Components of a Dialogue Content

Components of a dialogue content.

This page briefly describes what a dialogue content consists of in MMDAgent-EX. See the File Format secion for details of each definition files.


A “dialogue contents” is a set of files that defines various component of a dialogue system. it consists of a set of files for dialogue system, including a content-specific user dictionary for speech recognition, a voice model for speech synthesis, 3-D models, images, text, motions, and dialogue scenarios. By creating these, you can construct any voice conversation / speech interaction.

MMDAgent-EX is compatible with MMDAgent, so that contents for MMDAgent also works with MMDAgent-EX.

A brief list of included files are listed below. See the Tutorial section how to modify them, and Files section for their detailed file formats.

  • Start-up file (.mdf)
  • Dialogue system components
    • Dialogue script (.fst)
    • 3-D models and motions (.pmd, .vmd)
    • TTS Voice model (.htsvoice)
    • Open JTalk setting file (.ojt)
    • Other assets (images etc.)
  • Additional resources for each module
    • Recognition word dictionary (.dic)
    • Rapid word dictionary (.rapiddic)
    • Julius JConf file (.jconf)
    • Button definitions (BUTTON*.txt)
  • Package definition
    • Package description (PACKAGE_DESC.txt)
    • Description text (README.txt)


The default dialogue management module of MMDAgent-EX is a simple graph-based dialogue manager written in OpenFST format with messages for its input and output:

  • Input: messages from modules
  • Output: messages that will be sent to module

A simple example of FST scenario is as follows. Assume the state to start with state number 0. The first line defines that “When the current state number is 0 and a message RECOG_EVENT_STOP|hello comes, output nothing (<eps> means no output) and go to state number 10”. In state number 10, since its accepting message is <eps>, it immediately outputs a message MOTION_ADD|mei|greet|greet.vmd and goes to state 11. The state 11 also immediately outputs SYNTH_START|mei|normal|hi, and goes to state 12. In the state 12, it will wait until a message SYNTH_EVENT_STOP|mei comes, and when it comes, it outputs no message and goes to state 0.

 0     10    RECOG_EVENT_STOP|hello   <eps>
10     11    <eps>                    MOTION_ADD|mei|greet|greet.vmd
11     12    <eps>                    SYNTH_START|mei|normal|hi
12      0    SYNTH_EVENT_STOP|mei     <eps>

MMDAgent-EX and its plugin modules will output various messages while running, and also accepts messages thrown by other modules. See the Message Reference page to see all kind of messages.

Speech Recognition

Speech Synthesis

3-D models and motions

You can use any PMD models and most of PMX models, and their motion files for MikuMikuDance in MMDAgent-EX. The CG rendering part is fully compatible with MikuMikuDance (MMD).

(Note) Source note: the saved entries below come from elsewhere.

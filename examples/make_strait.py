"""Make the example table: an invented freight market on the Marrow Strait.

    python examples/make_strait.py

writes examples/strait.csv, the same bytes each time. 750 business days, 40 columns: rates,
waiting times, idle fleet and port calls at six ports, eight market prices, five weather
readings, three calendar marks. Nothing in it is real.

What is built in, so that a report can be judged against it: one volatility that all markets
share and that clusters (GARCH(1,1), Student t innovations with 5 degrees of freedom), heavy
tails in prices and rates, light tails in weather, sparse calendar marks, and a response that
depends on the previous day's value of six columns and on nothing else.
"""

from __future__ import annotations

from pathlib import Path

import numpy as np
import pandas as pd

ROWS, BURN_IN, SEED = 750, 250, 20260301
PORTS = ("marrow", "tollen", "quayle", "ostrand", "hessick", "drumlay")
MARKETS = (
    "bunker_cost", "grain_price", "ore_price", "coal_price",
    "steel_price", "timber_price", "crown_rate", "florin_rate",
)  # fmt: skip
WEATHER = ("wind_north", "wind_south", "swell", "fog_hours", "tide_range")
EFFECTS = {
    "marrow_rate": 0.30,
    "tollen_wait": -0.26,
    "bunker_cost": 0.28,
    "grain_price": -0.24,
    "swell": 0.26,
    "hessick_idle": 0.24,
}
"""Effect of the previous day's value, per standard deviation, in sd of the error."""


def unit_t(rng: np.random.Generator, df: float, size: int | tuple[int, ...]) -> np.ndarray:
    """Student t draws of unit variance."""
    return rng.standard_t(df, size) * np.sqrt((df - 2) / df)


def shared_volatility(rng: np.random.Generator, rows: int) -> np.ndarray:
    """One market-wide GARCH(1,1) volatility, mean square about 1."""
    variance, out = 1.0, np.empty(rows)
    shocks = unit_t(rng, 5, rows)
    for t in range(rows):
        out[t] = np.sqrt(variance)
        variance = 0.05 + 0.12 * (out[t] * shocks[t]) ** 2 + 0.83 * variance
    return out


def make_table() -> pd.DataFrame:
    """The table: day, spread_change, and the 40 columns."""
    rng = np.random.default_rng(SEED)
    rows = ROWS + BURN_IN
    volatility = shared_volatility(rng, rows)
    market = unit_t(rng, 5, rows)
    columns: dict[str, np.ndarray] = {}
    for port in PORTS:
        own = unit_t(rng, 5, (4, rows))
        columns[f"{port}_rate"] = volatility * (0.5 * market + 0.85 * own[0])
        columns[f"{port}_wait"] = np.exp(0.5 * own[1] / np.sqrt(5 / 3)) - 1
        columns[f"{port}_idle"] = volatility * own[2]
        columns[f"{port}_calls"] = rng.poisson(14, rows) + np.round(2 * own[3])
    for name in MARKETS:
        columns[name] = volatility * (0.4 * market + 0.9 * unit_t(rng, 4, rows))
    for name in WEATHER:
        columns[name] = rng.normal(size=rows)
    columns["fog_hours"] = np.clip(np.round(2 + 2 * columns["fog_hours"], 1), 0, 10)
    days = pd.bdate_range("2022-01-03", periods=ROWS)
    columns["strike_day"] = (rng.random(rows) < 0.02).astype(float)
    columns["holiday_eve"] = (rng.random(rows) < 0.04).astype(float)
    columns["month_end"] = np.concatenate(
        [np.zeros(BURN_IN), np.append(days.month[1:] != days.month[:-1], True)]
    )
    table = pd.DataFrame(columns).iloc[BURN_IN:].reset_index(drop=True)
    standard = (table - table.mean()) / table.std()
    error = (volatility * unit_t(rng, 5, rows))[BURN_IN:]
    response = error + sum(
        effect * standard[name].shift(1).fillna(0.0) for name, effect in EFFECTS.items()
    )
    table.insert(0, "spread_change", 12 * response)
    table.insert(0, "day", days.strftime("%Y-%m-%d"))
    return table


def main() -> None:
    """Write the table beside this script."""
    target = Path(__file__).with_name("strait.csv")
    make_table().to_csv(target, index=False, float_format="%.4f", lineterminator="\n")
    print(f"wrote {target.name}: {ROWS} rows")


if __name__ == "__main__":
    main()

MikuMikuDance is a free, lightweight software that lets users to create 3D animated movies. The MMD format has a proper level of expression capability that is enough for a modern virtual agent expression, with cartoon-like rendering and physics simulation. It’s adequate capability, expressiveness and availablity was the key for us to adopt its format as agent-based spoken dialogue system.

The original MMDAgent supports only PMD, but MMDAgent-EX can render PMX models. However, you should convert PMX to PMD and CSV perior to use. See PMX file format document for details.

Be careful on licensing issue. When you are going to use a MMD model or motions obtained on the net, please take care of the license which may be set by the authors. For historical reasons, many MMD materials are intended to be shared only for fandoms of MMD, and (re-)distributing it outside the MMD community is commonly not welcomed.

Pay attention to the readme files included in the archives! Even if it is written in Japanese, you have a good translater!

Related links:

Sound / Music

You can play any sound in mp3 and wav format. Place the sound file in the content and use SOUND_START|filename message to start playing it. mp3 and wav formats are supported at all platforms. Other audio format can be available per OS:


You can either give images as background or floor image, or give a PMD stage model.


FLoating image / text

Put any text or image onto the scene, or open a text document file in full screen.